Epistemic violence, women, and Hindi public sphere: An exploratory survey of editorial practices in Hindi literary periodical Ālocnā

Presenter

puri maria - independent researcher, independent researcher, New Delhi, India, India

Panel

44 – Narratives of Women, Violence and Memory in South Asia

Abstract

The paper is a part of a study of narratives on violence against women (VAW) in vernacular literatures and offers an exploratory survey of editorial practices in a Delhi-based Hindi literary periodical Ālocnā. The reviewed corpus comprises 75 issues, from April/June 2000 (No. 1) to October/December 2023 (No. 75, published in November 2024). The over two decades long timeframe allows one to trace trajectory of women’s presence in the journal, be it as contributors of content (articles, reviews), subjects of discourse (women’s writing, literary representation of women and women related issues) or authors of reviewed books. Even a cursory scrutiny reveals dominant presence of men as writers of content and discussants, including on topics related to women (e.g., a women-centered No. 33, April/June 2009). None of the 75 issues have been dedicated to a woman writer or to writing by women though there are special issues on male writers (e.g., Bhishm Sahni, No. 17-18; Agyey, No. 41).
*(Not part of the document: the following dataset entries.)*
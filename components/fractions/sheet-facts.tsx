import { DefinitionList } from '@/components/ui/definition-list';
import type { FractionSheet } from '@/lib/acceptance/fraction-sheet-schema';

type Facts = Pick<
  FractionSheet,
  | 'netMassG'
  | 'tareMassG'
  | 'grossMassG'
  | 'appearance'
  | 'storagePlace'
  | 'purityPercent'
  | 'collectedBy'
  | 'collectedAt'
>;

/** Masses, look, place and who collected it. */
export function SheetFacts({ sheet }: { sheet: Facts }) {
  const grams = (value: number | null) => value?.toFixed(3) ?? null;
  return (
    <DefinitionList
      columns={2}
      items={[
        {
          term: 'Purity',
          value: sheet.purityPercent?.toFixed(2) ?? null,
          unit: 'area %',
          condition: sheet.purityPercent === null ? null : 'by GC, equal response assumed',
        },
        {
          term: 'Net mass',
          value: grams(sheet.netMassG),
          unit: 'g',
          condition:
            sheet.netMassG === null
              ? null
              : `gross ${grams(sheet.grossMassG)} − tare ${grams(sheet.tareMassG)} g`,
        },
        { term: 'Appearance', value: sheet.appearance },
        { term: 'Stored', value: sheet.storagePlace },
        { term: 'Collected by', value: sheet.collectedBy.name },
        { term: 'Collected', value: `${sheet.collectedAt.slice(0, 16).replace('T', ' ')} UTC` },
      ]}
    />
  );
}
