import { describe, expect, it } from 'vitest';
import { clientAddress } from './client-address';

describe('the address of a caller', () => {
  it('is the socket’s, whatever the caller writes, when no proxy of ours stands before', () => {
    expect(clientAddress('127.0.0.1', '6.6.6.6', 0)).toBe('127.0.0.1');
    expect(clientAddress('127.0.0.1', undefined, 0)).toBe('127.0.0.1');
  });

  it('is what the outermost of our proxies saw, not what was sent to it', () => {
    expect(clientAddress('10.0.0.2', '6.6.6.6, 203.0.113.9', 1)).toBe('203.0.113.9');
    expect(clientAddress('10.0.0.2', '6.6.6.6, 203.0.113.9, 10.0.0.3', 2)).toBe('203.0.113.9');
  });

  it('falls back to the socket for what is no address, or when too few proxies spoke', () => {
    expect(clientAddress('10.0.0.2', 'x'.repeat(3000), 1)).toBe('10.0.0.2');
    expect(clientAddress('10.0.0.2', '203.0.113.9', 2)).toBe('10.0.0.2');
  });
});
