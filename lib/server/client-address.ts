import { isIP } from 'node:net';

/**
 * The caller's address. What a caller writes into X-Forwarded-For proves nothing, so without a proxy of ours the
 * socket counts. Behind `trustedProxies` of them, each of which appends the address that it saw, it is the entry
 * that the outermost one wrote: that many from the end. Anything that is no IP address falls back to the socket.
 */
export function clientAddress(
  socketAddress: string | undefined,
  forwarded: string | string[] | undefined,
  trustedProxies: number,
): string {
  const entries = (Array.isArray(forwarded) ? forwarded.join(',') : (forwarded ?? '')).split(',');
  const entry = trustedProxies > 0 ? (entries.at(-trustedProxies)?.trim() ?? '') : '';
  return isIP(entry) ? entry : (socketAddress ?? '');
}
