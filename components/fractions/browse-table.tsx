import Link from 'next/link';
import { LocalTime } from '@/components/runs/local-time';
import { StateMark } from '@/components/states/state-mark';
import { type Column, DataTable } from '@/components/ui/data-table';
import type { FractionRow, FractionSort } from '@/lib/distillation/fraction-schema';
import { formatMass } from '@/lib/units/mass';

type BrowseTableProps = {
  rows: readonly FractionRow[];
  sort: FractionSort;
  severalGroups: boolean;
};

/** Fractions as a table, as cards on a phone. */
export function BrowseTable({ rows, sort, severalGroups }: BrowseTableProps) {
  const columns: Column<FractionRow>[] = [
    {
      key: 'code',
      header: 'Fraction',
      rowHeader: true,
      sorted: sort === 'code' ? 'ascending' : undefined,
      cell: (row) => (
        <Link className="link" href={`/fractions/${row.code}`}>
          {row.code}
        </Link>
      ),
    },
    { key: 'compound', header: 'Compound', cell: (row) => row.compound.name },
    { key: 'cut', header: 'Cut', cell: (row) => <StateMark state={row.cut} look="plain" /> },
    {
      key: 'net',
      header: 'Net mass',
      numeric: true,
      cell: (row) => (row.netMassG === null ? 'not weighed' : formatMass(row.netMassG)),
    },
    {
      key: 'purity',
      header: 'GC area',
      numeric: true,
      sorted: sort === '-purity' ? 'descending' : undefined,
      cell: (row) => (row.purityPercent === null ? 'not known' : `${row.purityPercent.toFixed(2)} %`),
    },
    { key: 'verdict', header: 'Verdict', cell: (row) => <StateMark state={row.verdict} look="plain" /> },
    { key: 'status', header: 'Status', cell: (row) => <StateMark state={row.status} look="plain" /> },
    {
      key: 'collected',
      header: 'Collected',
      sorted: sort === '-collectedAt' ? 'descending' : undefined,
      cell: (row) => <LocalTime at={row.collectedAt} dateOnly />,
    },
    { key: 'by', header: 'By', cell: (row) => row.collectedBy },
    ...(severalGroups ? [{ key: 'group', header: 'Group', cell: (row: FractionRow) => row.group.name }] : []),
  ];
  return (
    <DataTable caption="Fractions" captionHidden columns={columns} rows={rows} rowKey={(row) => row.id} />
  );
}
Keeping in mind the notion of ‘epistemic violence’ (Spivak 1988), the present survey attempts to analyse VAW as actualised in the editorials, book reviews (presence/absence of women authored books), articles on women’s writings, etc., in order to understand possible reasons (institutional/patriarchal habits?) behind the underrepresentation of women as content writers or contributors to literary criticism embodied in Ālocnā.